Find the line with "from coming back." in the entries below. Repeat it, every following line, and the line with "filename components/bench/cutting/drawn-pieces.ts", exactly and with nothing added.
LISTED RECORDS Start Marker
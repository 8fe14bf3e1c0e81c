import 'server-only';
import { createTransport } from 'nodemailer';
import { env } from '../env';
import type { AddressedLetter } from './compose-letter';

const SMTP_TIMEOUT_MS = 15_000;

export type SendingResult = { ok: true } | { ok: false; code: 'refused-for-good' | 'try-later'; reason: string };

/**
 * Hands one letter to the mail server (SMTP_URL). A 5xx answer is for good (RFC 5321, 4.2.1); anything else, no connection
 * included, is worth another try.
 */
export async function sendLetter({ to, letter }: AddressedLetter): Promise<SendingResult> {
  const transport = createTransport({
    url: env().SMTP_URL,
    connectionTimeout: SMTP_TIMEOUT_MS,
    greetingTimeout: SMTP_TIMEOUT_MS,
    socketTimeout: SMTP_TIMEOUT_MS,
  });
  try {
    await transport.sendMail({
      from: env().MAIL_FROM,
      to: { name: '', address: to },
      subject: letter.subject,
      text: letter.text,
      html: letter.html,
      // RFC 3834: keeps out-of-office answers from coming back.
      headers: { 'Auto-Submitted': 'auto-generated' },
    });
    return { ok: true };
  } catch (error) {
    const responseCode = (error as { responseCode?: number }).responseCode ?? 0;
    const reason = error instanceof Error ? error.message : String(error);
    return { ok: false, code: responseCode >= 500 ? 'refused-for-good' : 'try-later', reason };
  } finally {
    transport.close();
  }
}
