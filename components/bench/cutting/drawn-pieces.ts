import { cutOrder, usualHabits } from '@/lib/domain/cutting';
import type { DiagramPiece } from '@/components/diagrams/cutting-diagram';
import type { PlannedJob } from './planned-job';

/** A board or sheet as it is drawn; boards that are cut alike are drawn once. */
export interface DrawnPiece {
  length: number;
  width: number;
  /** As it is sold: a board's ends are squared before anything else. */
  sold: { length: number; width: number | null };
  times: number;
  grain: boolean;
  pieces: DiagramPiece[];
  cuts: { word: string; setting: number }[];
}

export function drawnPieces(planned: PlannedJob, labelOf: (partId: string) => string): DrawnPiece[] {
  const all = planned.of === 'boards' ? boards(planned, labelOf) : sheets(planned, labelOf);
  const alike = new Map<string, DrawnPiece>();
  for (const each of all) {
    const key = JSON.stringify([each.length, each.width, each.pieces.map(({ label, x, y }) => [label, x, y])]);
    const same = alike.get(key);
    if (same) same.times += 1;
    else alike.set(key, each);
  }
  return [...alike.values()];
}

function boards({ job, plan }: PlannedJob & { of: 'boards' }, labelOf: (partId: string) => string): DrawnPiece[] {
  const { stock } = job;
  return plan.boards.map((board) => {
    const length = Number(board.stockId);
    const width = stock.width;
    return {
      length,
      width,
      sold: { length, width: null },
      times: 1,
      grain: true,
      pieces: [
        ...board.cuts.map(({ partId, start, end }) => ({
          key: `${partId} ${start}`,
          label: labelOf(partId),
          x: start,
          y: 0,
          length: end - start,
          width,
          look: job.estimates.includes(partId) ? ('estimate' as const) : ('part' as const),
        })),
        ...keptEnd(board.offcut, length, width),
      ],
      cuts: board.cuts.map(({ start, end }) => ({ word: 'crosscut', setting: end - start })),
    };
  });
}

function sheets({ job, plan }: PlannedJob & { of: 'sheets' }, labelOf: (partId: string) => string): DrawnPiece[] {
  const { stock, request } = job;
  const stocks = request.of === 'sheets' ? request.sheets.sheets : [];
  return plan.sheets.flatMap((sheet) => {
    const from = stocks.find(({ id }) => id === sheet.sheetId);
    if (!from) return [];
    const isBoard = stock.kind === 'lumber';
    const sold = isBoard
      ? { length: from.length + 2 * usualHabits.squareEnds, width: null }
      : { length: from.length, width: from.width };
    return [
      {
        length: from.length,
        width: from.width,
        sold,
        times: 1,
        grain: from.grain !== false,
        pieces: [
          ...sheet.offcuts.map((offcut) => ({
            ...offcut,
            key: `kept ${offcut.x} ${offcut.y}`,
            label: '',
            look: 'kept' as const,
          })),
          ...sheet.placements.map(({ partId, x, y, length, width }) => ({
            key: `${partId} ${x} ${y}`,
            label: labelOf(partId),
            x,
            y,
            length,
            width,
            look: job.estimates.includes(partId) ? ('estimate' as const) : ('part' as const),
          })),
        ],
        cuts: cutOrder(sheet.cuts).map(({ direction, setting }) => ({
          word: direction === 'along' ? 'rip' : 'crosscut',
          setting,
        })),
      },
    ];
  });
}

/** What is left at the far end of a board, the end itself squared. */
function keptEnd(offcut: number, length: number, width: number): DiagramPiece[] {
  if (offcut < usualHabits.keepLength) return [];
  const x = length - usualHabits.squareEnds - offcut;
  return [{ key: 'kept', label: '', x, y: 0, length: offcut, width, look: 'kept' }];
}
LISTED RECORDS End Marker
ANSWER AREA:
      // RFC 3834: keeps out-of-office answers from coming back.
      headers: { 'Auto-Submitted': 'auto-generated' },
    });
    return { ok: true };
  } catch (error) {
    const responseCode = (error as { responseCode?: number }).responseCode ?? 0;
    const reason = error instanceof Error ? error.message : String(error);
    return { ok: false, code: responseCode >= 500 ? 'refused-for-good' : 'try-later', reason };
  } finally {
    transport.close();
  }
}
filename components/bench/cutting/drawn-pieces.ts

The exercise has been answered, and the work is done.